Collected data:
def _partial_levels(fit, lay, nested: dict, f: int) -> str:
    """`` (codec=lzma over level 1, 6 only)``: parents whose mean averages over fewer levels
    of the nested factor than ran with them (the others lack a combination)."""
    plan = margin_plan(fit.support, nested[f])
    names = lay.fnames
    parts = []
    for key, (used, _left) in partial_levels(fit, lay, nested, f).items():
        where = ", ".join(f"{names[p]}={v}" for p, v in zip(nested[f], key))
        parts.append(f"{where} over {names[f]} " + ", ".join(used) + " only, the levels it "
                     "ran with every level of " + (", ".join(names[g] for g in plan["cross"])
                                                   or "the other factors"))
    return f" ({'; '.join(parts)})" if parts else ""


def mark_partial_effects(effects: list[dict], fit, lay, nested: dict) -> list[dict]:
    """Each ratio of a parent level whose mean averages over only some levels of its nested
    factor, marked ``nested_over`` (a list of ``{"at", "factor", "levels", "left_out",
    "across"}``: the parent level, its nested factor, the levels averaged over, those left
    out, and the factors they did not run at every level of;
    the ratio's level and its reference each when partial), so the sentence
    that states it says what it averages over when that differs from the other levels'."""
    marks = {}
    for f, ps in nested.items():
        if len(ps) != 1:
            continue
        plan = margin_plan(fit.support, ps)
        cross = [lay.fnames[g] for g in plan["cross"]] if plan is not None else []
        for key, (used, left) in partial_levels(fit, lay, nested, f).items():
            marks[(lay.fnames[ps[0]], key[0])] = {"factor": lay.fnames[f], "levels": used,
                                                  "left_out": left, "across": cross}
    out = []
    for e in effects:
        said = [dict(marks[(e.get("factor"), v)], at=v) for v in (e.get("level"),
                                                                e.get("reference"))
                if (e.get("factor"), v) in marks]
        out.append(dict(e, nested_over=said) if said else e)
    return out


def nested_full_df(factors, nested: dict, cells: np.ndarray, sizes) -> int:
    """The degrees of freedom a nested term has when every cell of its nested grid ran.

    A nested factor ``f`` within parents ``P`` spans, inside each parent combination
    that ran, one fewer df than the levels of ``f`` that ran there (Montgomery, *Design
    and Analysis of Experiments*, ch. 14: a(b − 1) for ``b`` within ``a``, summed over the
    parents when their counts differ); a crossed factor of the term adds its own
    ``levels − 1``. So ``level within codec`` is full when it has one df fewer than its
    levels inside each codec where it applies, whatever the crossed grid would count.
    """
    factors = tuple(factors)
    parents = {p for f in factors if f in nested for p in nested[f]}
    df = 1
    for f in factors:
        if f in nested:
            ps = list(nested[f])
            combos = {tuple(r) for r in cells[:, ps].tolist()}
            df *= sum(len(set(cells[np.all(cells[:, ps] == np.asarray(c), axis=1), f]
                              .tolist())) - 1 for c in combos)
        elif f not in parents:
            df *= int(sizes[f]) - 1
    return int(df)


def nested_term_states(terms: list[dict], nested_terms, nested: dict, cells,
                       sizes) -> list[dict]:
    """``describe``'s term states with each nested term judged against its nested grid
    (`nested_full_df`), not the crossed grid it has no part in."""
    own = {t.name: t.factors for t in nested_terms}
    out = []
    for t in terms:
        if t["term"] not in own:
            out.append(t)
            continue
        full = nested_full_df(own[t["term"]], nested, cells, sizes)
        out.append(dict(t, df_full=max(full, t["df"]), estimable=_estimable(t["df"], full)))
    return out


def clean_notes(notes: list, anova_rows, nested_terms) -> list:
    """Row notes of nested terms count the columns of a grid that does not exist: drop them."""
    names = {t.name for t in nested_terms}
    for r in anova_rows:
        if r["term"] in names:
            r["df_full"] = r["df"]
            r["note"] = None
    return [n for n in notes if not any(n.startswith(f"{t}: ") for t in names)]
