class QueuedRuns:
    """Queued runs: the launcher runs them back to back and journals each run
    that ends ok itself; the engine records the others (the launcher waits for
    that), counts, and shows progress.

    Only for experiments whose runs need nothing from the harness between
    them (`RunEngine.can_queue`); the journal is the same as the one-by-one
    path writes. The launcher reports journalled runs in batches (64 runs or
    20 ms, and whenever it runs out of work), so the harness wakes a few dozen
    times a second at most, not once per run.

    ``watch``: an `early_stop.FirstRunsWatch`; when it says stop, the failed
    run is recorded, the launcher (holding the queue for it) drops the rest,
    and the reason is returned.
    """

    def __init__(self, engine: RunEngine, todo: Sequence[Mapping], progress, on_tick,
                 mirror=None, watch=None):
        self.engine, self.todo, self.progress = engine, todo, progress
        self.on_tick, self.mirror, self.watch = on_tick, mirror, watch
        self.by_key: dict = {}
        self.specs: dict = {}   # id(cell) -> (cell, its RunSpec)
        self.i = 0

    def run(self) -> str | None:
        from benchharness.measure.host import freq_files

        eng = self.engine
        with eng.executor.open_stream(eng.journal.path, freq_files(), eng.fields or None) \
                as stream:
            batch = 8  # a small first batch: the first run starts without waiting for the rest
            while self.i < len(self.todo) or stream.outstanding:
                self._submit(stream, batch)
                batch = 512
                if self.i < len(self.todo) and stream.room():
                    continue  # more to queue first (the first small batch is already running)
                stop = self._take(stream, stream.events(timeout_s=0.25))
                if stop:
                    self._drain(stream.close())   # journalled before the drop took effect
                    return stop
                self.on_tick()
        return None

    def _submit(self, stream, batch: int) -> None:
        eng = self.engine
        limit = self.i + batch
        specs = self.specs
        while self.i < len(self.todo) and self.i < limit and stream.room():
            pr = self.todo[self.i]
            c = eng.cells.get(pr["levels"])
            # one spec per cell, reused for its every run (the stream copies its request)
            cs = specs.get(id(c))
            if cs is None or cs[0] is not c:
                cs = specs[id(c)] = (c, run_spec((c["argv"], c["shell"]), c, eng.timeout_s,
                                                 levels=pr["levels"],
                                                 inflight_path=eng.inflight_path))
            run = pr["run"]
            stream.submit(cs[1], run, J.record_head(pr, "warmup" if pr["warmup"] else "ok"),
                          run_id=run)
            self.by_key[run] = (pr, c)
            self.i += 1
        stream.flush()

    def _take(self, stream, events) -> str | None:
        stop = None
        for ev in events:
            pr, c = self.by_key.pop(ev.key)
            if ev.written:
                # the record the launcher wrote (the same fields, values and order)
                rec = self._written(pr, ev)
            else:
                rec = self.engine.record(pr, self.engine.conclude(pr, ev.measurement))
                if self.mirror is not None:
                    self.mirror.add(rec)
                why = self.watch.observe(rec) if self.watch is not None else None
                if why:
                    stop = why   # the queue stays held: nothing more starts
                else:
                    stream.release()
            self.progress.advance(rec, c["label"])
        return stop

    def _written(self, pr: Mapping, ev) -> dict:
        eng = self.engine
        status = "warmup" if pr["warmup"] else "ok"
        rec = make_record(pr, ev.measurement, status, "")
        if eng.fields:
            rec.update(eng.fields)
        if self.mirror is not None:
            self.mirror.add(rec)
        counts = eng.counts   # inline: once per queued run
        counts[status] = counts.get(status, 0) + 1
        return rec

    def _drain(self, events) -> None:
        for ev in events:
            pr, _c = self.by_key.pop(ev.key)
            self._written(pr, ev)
==
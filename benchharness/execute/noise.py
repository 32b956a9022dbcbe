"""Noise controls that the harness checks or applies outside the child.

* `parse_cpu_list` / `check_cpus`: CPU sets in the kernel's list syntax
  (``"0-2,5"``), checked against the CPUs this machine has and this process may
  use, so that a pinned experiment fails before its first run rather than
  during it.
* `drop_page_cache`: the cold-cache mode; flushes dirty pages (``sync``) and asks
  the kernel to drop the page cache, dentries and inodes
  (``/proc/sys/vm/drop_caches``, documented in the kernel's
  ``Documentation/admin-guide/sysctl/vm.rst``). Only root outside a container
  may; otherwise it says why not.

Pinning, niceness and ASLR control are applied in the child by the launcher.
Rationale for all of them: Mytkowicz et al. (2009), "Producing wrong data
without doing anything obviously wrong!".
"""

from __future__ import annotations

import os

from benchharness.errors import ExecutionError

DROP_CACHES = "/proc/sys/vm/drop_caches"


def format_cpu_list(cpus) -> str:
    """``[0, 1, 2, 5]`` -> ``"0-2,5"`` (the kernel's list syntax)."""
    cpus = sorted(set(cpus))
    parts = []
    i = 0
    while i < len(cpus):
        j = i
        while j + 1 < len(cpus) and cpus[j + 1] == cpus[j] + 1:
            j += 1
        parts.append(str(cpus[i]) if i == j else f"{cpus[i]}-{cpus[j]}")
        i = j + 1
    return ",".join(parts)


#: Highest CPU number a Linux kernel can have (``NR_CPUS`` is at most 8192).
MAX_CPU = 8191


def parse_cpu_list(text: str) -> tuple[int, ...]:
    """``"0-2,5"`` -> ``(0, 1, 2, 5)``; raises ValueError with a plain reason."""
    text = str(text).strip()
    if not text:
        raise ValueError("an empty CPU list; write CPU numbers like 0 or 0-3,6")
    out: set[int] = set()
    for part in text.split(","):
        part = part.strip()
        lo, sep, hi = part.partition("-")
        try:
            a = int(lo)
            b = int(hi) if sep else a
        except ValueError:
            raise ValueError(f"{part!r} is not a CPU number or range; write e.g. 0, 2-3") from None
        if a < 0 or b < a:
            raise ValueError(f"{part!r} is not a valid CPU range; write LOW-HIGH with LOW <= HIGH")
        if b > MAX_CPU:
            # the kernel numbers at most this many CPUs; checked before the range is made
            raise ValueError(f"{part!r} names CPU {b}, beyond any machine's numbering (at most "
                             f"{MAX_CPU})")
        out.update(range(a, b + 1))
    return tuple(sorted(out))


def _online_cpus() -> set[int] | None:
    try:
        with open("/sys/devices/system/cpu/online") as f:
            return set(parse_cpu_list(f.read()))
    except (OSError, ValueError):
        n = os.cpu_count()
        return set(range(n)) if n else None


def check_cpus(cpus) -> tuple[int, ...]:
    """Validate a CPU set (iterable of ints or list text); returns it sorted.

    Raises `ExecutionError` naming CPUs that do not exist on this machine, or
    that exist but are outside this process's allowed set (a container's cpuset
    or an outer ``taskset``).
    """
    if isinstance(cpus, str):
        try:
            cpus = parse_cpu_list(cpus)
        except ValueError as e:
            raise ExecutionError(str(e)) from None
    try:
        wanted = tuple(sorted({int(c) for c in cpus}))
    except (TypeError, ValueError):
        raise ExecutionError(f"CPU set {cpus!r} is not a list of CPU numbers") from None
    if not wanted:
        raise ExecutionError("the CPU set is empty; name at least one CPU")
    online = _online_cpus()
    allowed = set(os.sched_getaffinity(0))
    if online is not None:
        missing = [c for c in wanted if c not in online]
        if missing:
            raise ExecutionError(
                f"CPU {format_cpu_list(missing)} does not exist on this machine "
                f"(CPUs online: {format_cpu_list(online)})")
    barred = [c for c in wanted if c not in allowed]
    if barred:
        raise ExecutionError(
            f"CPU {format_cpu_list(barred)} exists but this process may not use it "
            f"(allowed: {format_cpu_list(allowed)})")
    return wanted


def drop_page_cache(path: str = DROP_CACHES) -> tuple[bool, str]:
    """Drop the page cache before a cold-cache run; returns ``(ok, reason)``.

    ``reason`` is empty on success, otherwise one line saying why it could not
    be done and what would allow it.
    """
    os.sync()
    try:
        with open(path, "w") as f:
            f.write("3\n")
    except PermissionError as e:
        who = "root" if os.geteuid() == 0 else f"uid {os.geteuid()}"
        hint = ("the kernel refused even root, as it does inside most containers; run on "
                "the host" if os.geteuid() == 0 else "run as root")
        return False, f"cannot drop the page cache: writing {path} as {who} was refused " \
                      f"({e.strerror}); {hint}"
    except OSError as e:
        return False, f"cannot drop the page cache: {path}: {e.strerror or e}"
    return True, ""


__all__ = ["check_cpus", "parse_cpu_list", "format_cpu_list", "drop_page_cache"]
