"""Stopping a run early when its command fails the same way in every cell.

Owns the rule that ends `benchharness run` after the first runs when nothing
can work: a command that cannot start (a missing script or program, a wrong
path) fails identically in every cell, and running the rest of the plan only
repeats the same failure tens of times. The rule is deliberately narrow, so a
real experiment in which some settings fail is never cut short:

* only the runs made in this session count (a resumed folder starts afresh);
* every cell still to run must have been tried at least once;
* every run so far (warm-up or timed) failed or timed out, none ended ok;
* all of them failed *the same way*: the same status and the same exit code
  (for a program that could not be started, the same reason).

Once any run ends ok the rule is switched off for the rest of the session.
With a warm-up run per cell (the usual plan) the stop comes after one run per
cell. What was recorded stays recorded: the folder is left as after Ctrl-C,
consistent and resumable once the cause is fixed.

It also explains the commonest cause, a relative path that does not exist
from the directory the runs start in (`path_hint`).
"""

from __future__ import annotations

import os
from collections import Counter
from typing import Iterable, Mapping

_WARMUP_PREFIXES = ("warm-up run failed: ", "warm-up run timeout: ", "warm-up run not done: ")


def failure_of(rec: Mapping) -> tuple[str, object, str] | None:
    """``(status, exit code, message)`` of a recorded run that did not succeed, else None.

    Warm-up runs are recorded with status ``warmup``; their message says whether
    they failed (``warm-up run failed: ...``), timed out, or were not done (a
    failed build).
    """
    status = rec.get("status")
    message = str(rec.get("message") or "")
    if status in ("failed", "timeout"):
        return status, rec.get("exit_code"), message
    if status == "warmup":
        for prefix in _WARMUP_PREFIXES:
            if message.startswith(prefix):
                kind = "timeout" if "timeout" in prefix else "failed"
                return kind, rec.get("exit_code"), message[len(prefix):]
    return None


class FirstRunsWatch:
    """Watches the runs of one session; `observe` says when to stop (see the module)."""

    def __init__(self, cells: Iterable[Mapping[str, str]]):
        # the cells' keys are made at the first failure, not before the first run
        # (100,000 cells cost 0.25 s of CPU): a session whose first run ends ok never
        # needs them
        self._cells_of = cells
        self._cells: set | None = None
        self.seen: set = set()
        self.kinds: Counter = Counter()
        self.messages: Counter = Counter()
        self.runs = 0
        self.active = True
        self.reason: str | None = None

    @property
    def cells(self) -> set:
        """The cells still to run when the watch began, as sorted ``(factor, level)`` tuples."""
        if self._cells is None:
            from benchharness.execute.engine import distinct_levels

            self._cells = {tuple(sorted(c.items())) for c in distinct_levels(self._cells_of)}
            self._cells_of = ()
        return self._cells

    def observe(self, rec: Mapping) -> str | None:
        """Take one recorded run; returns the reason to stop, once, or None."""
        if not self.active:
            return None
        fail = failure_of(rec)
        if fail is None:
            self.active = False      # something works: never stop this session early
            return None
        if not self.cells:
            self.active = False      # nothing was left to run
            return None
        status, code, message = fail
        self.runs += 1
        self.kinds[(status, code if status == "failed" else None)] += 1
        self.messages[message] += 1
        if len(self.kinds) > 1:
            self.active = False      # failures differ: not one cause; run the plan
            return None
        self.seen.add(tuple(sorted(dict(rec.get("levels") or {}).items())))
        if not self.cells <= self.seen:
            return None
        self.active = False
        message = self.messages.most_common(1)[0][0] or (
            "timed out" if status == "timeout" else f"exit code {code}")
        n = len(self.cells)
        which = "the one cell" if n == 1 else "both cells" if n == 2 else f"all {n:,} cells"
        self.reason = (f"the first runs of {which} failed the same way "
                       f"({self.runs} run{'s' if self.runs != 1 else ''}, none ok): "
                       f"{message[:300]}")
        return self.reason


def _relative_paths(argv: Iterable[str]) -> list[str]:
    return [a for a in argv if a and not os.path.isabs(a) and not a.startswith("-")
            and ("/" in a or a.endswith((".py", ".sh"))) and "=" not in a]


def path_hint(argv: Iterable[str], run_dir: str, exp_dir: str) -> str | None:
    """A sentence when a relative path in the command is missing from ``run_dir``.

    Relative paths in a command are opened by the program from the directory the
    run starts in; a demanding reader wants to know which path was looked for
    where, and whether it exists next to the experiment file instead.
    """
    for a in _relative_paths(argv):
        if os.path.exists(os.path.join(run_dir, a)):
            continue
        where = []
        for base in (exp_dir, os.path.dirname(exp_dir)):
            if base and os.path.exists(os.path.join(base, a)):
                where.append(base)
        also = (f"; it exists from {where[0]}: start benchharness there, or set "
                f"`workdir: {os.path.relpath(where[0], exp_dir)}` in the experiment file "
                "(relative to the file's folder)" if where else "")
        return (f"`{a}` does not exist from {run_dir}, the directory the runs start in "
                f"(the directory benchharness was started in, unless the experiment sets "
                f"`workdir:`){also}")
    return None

→ What you need to do: Given the data above, transcribe exactly the lines from the one containing "#: Highest CPU" down to the one containing "cpus = parse_cpu_list(cpus)", and no others.

→ Final answer:
#: Highest CPU number a Linux kernel can have (``NR_CPUS`` is at most 8192).
MAX_CPU = 8191


def parse_cpu_list(text: str) -> tuple[int, ...]:
    """``"0-2,5"`` -> ``(0, 1, 2, 5)``; raises ValueError with a plain reason."""
    text = str(text).strip()
    if not text:
        raise ValueError("an empty CPU list; write CPU numbers like 0 or 0-3,6")
    out: set[int] = set()
    for part in text.split(","):
        part = part.strip()
        lo, sep, hi = part.partition("-")
        try:
            a = int(lo)
            b = int(hi) if sep else a
        except ValueError:
            raise ValueError(f"{part!r} is not a CPU number or range; write e.g. 0, 2-3") from None
        if a < 0 or b < a:
            raise ValueError(f"{part!r} is not a valid CPU range; write LOW-HIGH with LOW <= HIGH")
        if b > MAX_CPU:
            # the kernel numbers at most this many CPUs; checked before the range is made
            raise ValueError(f"{part!r} names CPU {b}, beyond any machine's numbering (at most "
                             f"{MAX_CPU})")
        out.update(range(a, b + 1))
    return tuple(sorted(out))


def _online_cpus() -> set[int] | None:
    try:
        with open("/sys/devices/system/cpu/online") as f:
            return set(parse_cpu_list(f.read()))
    except (OSError, ValueError):
        n = os.cpu_count()
        return set(range(n)) if n else None


def check_cpus(cpus) -> tuple[int, ...]:
    """Validate a CPU set (iterable of ints or list text); returns it sorted.

    Raises `ExecutionError` naming CPUs that do not exist on this machine, or
    that exist but are outside this process's allowed set (a container's cpuset
    or an outer ``taskset``).
    """
    if isinstance(cpus, str):
        try:
            cpus = parse_cpu_list(cpus)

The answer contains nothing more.